Strengths and What to Watch
Strengths:
- Activates solely 1.5B parameters, conserving inference low-cost on edge {hardware}
- Competitive instruction-following and agentic scores for its dimension class
- 128K context window and nine-language protection
- Open-weight below the LFM1.0 license, with base and post-trained checkpoints
What to Watch:
- Limited data capability from the small energetic parameter depend
- Not a match for heavy programming or knowledge-intensive QA with out retrieval
- Reasoning-only output provides chain-of-thought tokens to each flip
- Text-only; this variant has no imaginative and prescient or audio enter
Marktechpost’s Visual Explainer
Key Takeaways
- Liquid AI's LFM2.5-8B-A1B holds 8.3B complete parameters however prompts solely 1.5B per token.

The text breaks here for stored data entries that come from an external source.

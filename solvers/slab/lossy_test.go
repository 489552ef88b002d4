package slab

import (
	"context"
	"fmt"
	"math"
	"math/cmplx"
	"testing"
)

// TestPlasmon: a single interface guides one TM wave, n = sqrt(e1 e2/(e1+e2)) (Raether,
// Surface Plasmons, 1988), where Re n is above the index of the dielectric.
func TestPlasmon(t *testing.T) {
	w := frequency(testWavelength)
	for _, e := range []complex128{-95 - 3i, -95, -11.7 - 1.2i, -3 - 0.2i} {
		for _, e1 := range []complex128{1, 2.25, 2.25 - 0.01i} {
			t.Run(fmt.Sprintf("%v on %v", e, e1), func(t *testing.T) {
				m := &model{name: "plasmon", w0: w, layers: []medium{{eps: isotropic(e1), open: true}, {eps: isotropic(e), open: true}}}
				modes, count := solveModel(t, New(2), m, 4)
				if count.N != 1 || modes[0].Type != "TM" || modes[0].Family != "TM0" {
					t.Fatalf("%+v: %+v", count, modes)
				}
				want := cmplx.Sqrt(e1 * e / (e1 + e))
				got := complex(modes[0].Neff, -modes[0].Kappa)
				if cmplx.Abs(got-want) > 1e-14*cmplx.Abs(want)+modes[0].NeffErr {
					t.Errorf("n %v, expected %v", got, want)
				}
				if imag(e) == 0 && imag(e1) == 0 && modes[0].Kappa != 0 {
					t.Errorf("kappa %g without loss", modes[0].Kappa)
				}
			})
		}
	}
}

// TestThinMetal: the pair of waves on a metal film, tanh(g d/2) = -(e2 g1/(e1 g2))^(+-1)
// (Economou, Phys. Rev. 182, 539 (1969)), as residuals of that equation.
func TestThinMetal(t *testing.T) {
	w := frequency(testWavelength)
	e1, e2 := complex128(2.25), -95-3i
	for _, d := range []float64{10e-9, 20e-9, 50e-9, 200e-9} {
		t.Run(fmt.Sprintf("%g nm", d*1e9), func(t *testing.T) {
			out := medium{eps: isotropic(e1), open: true}
			m := &model{name: "film", w0: w, layers: []medium{out, {eps: isotropic(e2), d: d}, out}}
			modes, _ := solveModel(t, New(2), m, 8)
			if len(modes) != 2 {
				t.Fatalf("%d modes, expected 2", len(modes))
			}
			for _, mode := range modes {
				n := complex(mode.Neff, -mode.Kappa)
				g1, g2 := cmplx.Sqrt(n*n-e1), cmplx.Sqrt(n*n-e2)
				th := cmplx.Tanh(g2 * complex(w/lightSpeed*d/2, 0))
				left, right := g2*e1, -e2*g1*th
				if mode.Symmetry == "even" {
					left, right = g2*th*e1, -e2*g1
				}
				if cmplx.Abs(left-right) > 1e-11*cmplx.Abs(left) {
					t.Errorf("%s: residual %v of %v", mode.Symmetry, left-right, left)
				}
			}
		})
	}
}

// TestGainIsLossReversed: with every permittivity conjugated so is every
// mode (the equation has no other complex number), to the last digit.
func TestGainIsLossReversed(t *testing.T) {
	for _, m := range layeredModels() {
		t.Run(m.name, func(t *testing.T) {
			stack := m.stack()
			loss, _, err := New(2).Solve(context.Background(), m.w0, stack, 40)
			if err != nil {
				t.Fatal(err)
			}
			for i := range stack.Layers {
				for c := range 3 {
					e := &stack.Layers[i].Eps[c]
					e.V, e.W, e.WW, e.WWW = cmplx.Conj(e.V), cmplx.Conj(e.W), cmplx.Conj(e.WW), cmplx.Conj(e.WWW)
				}
			}
			gain, _, err := New(2).Solve(context.Background(), m.w0, stack, 40)
			if err != nil {
				t.Fatal(err)
			}
			if len(gain) != len(loss) || len(gain) == 0 {
				t.Fatalf("%d modes and %d", len(loss), len(gain))
			}
			for i := range gain {
				a, b := &loss[i], &gain[i]
				if a.Family != b.Family || !near(a.Neff, b.Neff, 1e-14) || !near(a.Kappa, -b.Kappa, 1e-14) || !near(a.Ng, b.Ng, 1e-13) || !near(a.GVD, b.GVD, 1e-9) {
					t.Errorf("%+v\n%+v", a, b)
				}
			}
		})
	}
}

func near(a, b, tol float64) bool { return math.Abs(a-b) <= tol*max(1, math.Abs(a), math.Abs(b)) }

// TestShiftedPermittivity: adding one number to eps_x everywhere adds it to N of
// every TE mode, exactly, complex or not: the equation holds eps_x - N only.
func TestShiftedPermittivity(t *testing.T) {
	w := frequency(testWavelength)
	base := []medium{half(1.444), filmOf(2, 0.9e-6), filmOf(1.7, 0.4e-6), half(1)}
	before, _ := solveModel(t, New(2), &model{name: "before", w0: w, layers: base}, 40)
	list := polarised(before, false)
	if len(list) < 2 {
		t.Fatal("too few modes")
	}
	for _, add := range []complex128{0.5, -0.05i, 0.2 - 0.03i, 0.04i} {
		t.Run(fmt.Sprint(add), func(t *testing.T) {
			var layers []medium
			for _, l := range base {
				layers = append(layers, absorbing(l, -add))
			}
			after, _ := solveModel(t, New(2), &model{name: "after", w0: w, layers: layers}, 40)
			moved := polarised(after, false)
			if len(moved) != len(list) {
				t.Fatalf("%d modes, expected %d", len(moved), len(list))
			}
			for i, mode := range moved {
				want := cmplx.Sqrt(complex(list[i].Neff*list[i].Neff, 0) + add)
				got := complex(mode.Neff, -mode.Kappa)
				if cmplx.Abs(got-want) > 1e-14 {
					t.Errorf("%s: n %v, expected %v", mode.Family, got, want)
				}
			}
		})
	}
}

// TestPlates: between two metal planes with one fill n^2 = e - (m pi/k d)^2, so
// n ng = e, with loss too; TM also has the TEM wave. Textbook (Pozar, Microwave
// Engineering, section 3.2).
func TestPlates(t *testing.T) {
	w := 2 * math.Pi * 30e9
	d := 0.02
	for _, e := range []complex128{2.2, 2.2 - 0.002i, 1} {
		t.Run(fmt.Sprint(e), func(t *testing.T) {
			m := &model{name: "plates", w0: w, layers: []medium{{eps: isotropic(e), d: d}}, bottom: true, top: true}
			modes, _ := solveModel(t, New(2), m, 40)
			index := func(half int) complex128 {
				return cmplx.Sqrt(e - complex(math.Pow(float64(half)*math.Pi*lightSpeed/(w*d), 2), 0))
			}
			cut := int(math.Sqrt(real(e)) * w * d / (math.Pi * lightSpeed))
			if len(modes) != 2*cut+1 {
				t.Fatalf("%d modes, expected %d", len(modes), 2*cut+1)
			}
			for _, mode := range modes {
				number := 0
				if mode.Type != "TEM" {
					fmt.Sscanf(mode.Family[2:], "%d", &number)
				}
				if mode.Type == "TE" {
					number++ // TE0 is the one without a node between the planes
				}
				want := index(number)
				if cut := float64(number) * lightSpeed / (2 * d * math.Sqrt(real(e))); imag(e) == 0 && !near(mode.Cutoff/cut, 1, 1e-14) && number > 0 {
					t.Errorf("%s: cut-off %g, expected %g", mode.Family, mode.Cutoff, cut)
				}
				got := complex(mode.Neff, -mode.Kappa)
				if cmplx.Abs(got-want) > 1e-13 || !near(mode.Ng, real(e/want), 1e-11) {
					t.Errorf("%s: n %v ng %v, expected %v %v", mode.Family, got, mode.Ng, want, real(e/want))
				}
				z := impedanceOfVacuum / want
				if mode.Type != "TE" {
					z = impedanceOfVacuum * want / e
				}
				if cmplx.Abs(mode.Z-z) > 1e-10*cmplx.Abs(z) || mode.ZDefinition != "wave" {
					t.Errorf("%s: impedance %v, expected %v", mode.Family, mode.Z, z)
				}
			}
			if modes[0].Type != "TEM" || modes[0].Family != "TEM" || modes[0].GVD != 0 {
				t.Errorf("the first mode is %+v", modes[0])
			}
			if !(modes[0].NgErr < 1e-11) || len(modes[0].Flags) != 0 { // the tolerance of ng above; N = eps leaves no doubt
				t.Errorf("the first mode's bound %g, flags %v", modes[0].NgErr, modes[0].Flags)
			}
		})
	}
}

// TestLossAppears: a mode whose loss is too small to move it keeps the
// kappa that first-order perturbation gives, (share in the film) Im eps/2n for TE.
func TestLossAppears(t *testing.T) {
	w := frequency(testWavelength)
	for _, loss := range []float64{1e-4, 1e-8, 1e-15} {
		t.Run(fmt.Sprint(loss), func(t *testing.T) {
			film := absorbing(filmOf(2, 0.8e-6), complex(0, loss))
			modes, _ := solveModel(t, New(2), &model{name: "film", w0: w, layers: []medium{half(1.444), film, half(1)}}, 1)
			want := modes[0].Confinement[1] * loss / (2 * modes[0].Neff)
			if math.Abs(modes[0].Kappa-want) > 1e-3*loss*loss+1e-10*want {
				t.Errorf("kappa %g, expected %g", modes[0].Kappa, want)
			}
		})
	}
}

// TestLossyCounts compares the number of modes with that of zeros of the
// characteristic function, counted by the argument principle in fixed small steps round the
// whole region, with plain transfer matrices and nothing of the solver's.
func TestLossyCounts(t *testing.T) {
	for _, m := range layeredModels() {
		t.Run(m.name, func(t *testing.T) {
			modes, count := solveModel(t, New(2), m, 40)
			if count.N != len(modes) || count.N == 0 {
				t.Fatalf("%+v for %d modes", count, len(modes))
			}
			for _, tm := range []bool{false, true} {
				if got, want := len(polarised(modes, tm)), m.winding(tm); got != want {
					t.Errorf("tm %v: %d modes, expected %d", tm, got, want)
				}
			}
			seen := map[string]bool{}
			for i, mode := range modes {
				if seen[mode.Family] {
					t.Errorf("%s twice", mode.Family)
				}
				seen[mode.Family] = true
				if i > 0 && mode.Neff > modes[i-1].Neff*(1+1e-14) {
					t.Errorf("%s is above the one before", mode.Family)
				}
			}
		})
	}
}

// winding counts zeros with Re n above both half-spaces and |Im n| below Re n and 1.5.
func (m *model) winding(tm bool) int {
	c := 1e-3
	for _, l := range m.layers {
		if l.open {
			axis := 0
			if tm {
				axis = 1
			}
			c = max(c, real(cmplx.Sqrt(l.eps[axis]))+1e-9)
		}
	}
	const y, far = 1.5, 8
	low := min(c, y)
	path := []complex128{complex(c, -low), complex(max(c, y), -y), complex(far, -y), complex(far, y), complex(max(c, y), y), complex(c, low), complex(c, -low)}
	turns := 0.0
	last := m.quick(tm, path[0])
	for i := 1; i < len(path); i++ {
		const steps = 8000
		for k := 1; k <= steps; k++ {
			f := m.quick(tm, path[i-1]+(path[i]-path[i-1])*complex(float64(k)/steps, 0))
			turns += cmplx.Phase(f / last)
			last = f
		}
	}
	return int(math.Round(turns / (2 * math.Pi)))
}

// quick is the characteristic function in double precision.
func (m *model) quick(tm bool, n complex128) complex128 {
	coefs := func(l medium) (p, r complex128) {
		if tm {
			return 1 / l.eps[2], 1 - n*n/l.eps[1]
		}
		return 1, l.eps[0] - n*n
	}
	decay := func(l medium) complex128 {
		p, r := coefs(l)
		return p * cmplx.Sqrt(-r/p)
	}
	layers, psi, phi := m.layers, complex128(1), complex128(0)
	switch {
	case !m.bottom:
		phi, layers = decay(layers[0]), layers[1:]
	case !tm:
		psi, phi = 0, 1
	}
	for _, l := range layers {
		if l.open {
			return phi + decay(l)*psi
		}
		p, r := coefs(l)
		q := cmplx.Sqrt(r / p)
		x := q * complex(m.w0/lightSpeed*l.d, 0)
		cos, sin := cmplx.Cos(x), cmplx.Sin(x)
		psi, phi = cos*psi+sin/(q*p)*phi, cos*phi-p*q*sin*psi
		size := complex(1/(cmplx.Abs(psi)+cmplx.Abs(phi)), 0)
		psi, phi = psi*size, phi*size
	}
	if tm {
		return phi
	}
	return psi
}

- It is reasoning-only, with a 128K context window and nine-language protection.
- Non-Hallucination Rate jumped from 7.46 to 63.47 over LFM2-8B-A1B; IFEval reached 91.84.
- It decodes 253 tok/s on an M5 Max below 6 GB, and ~30 tok/s on a cellphone.
- Day-one help spans llama.cpp, MLX, vLLM, and SGLang, with open base and post-trained weights.
Check out the Model Weights and Technical details. Also, be happy to observe us on Twitter and don’t overlook to affix our 150k+ ML SubReddit and Subscribe to our Newsletter. Wait! are you on telegram? now you can join us on telegram as well.
Need to associate with us for selling your GitHub Repo OR Hugging Face Page OR Product Release OR Webinar and many others.? Connect with us
The put up Liquid AI Releases LFM2.5-8B-A1B: An On-Device MoE Model With 8.3B Total and 1.5B Active Parameters appeared first on MarkTechPost.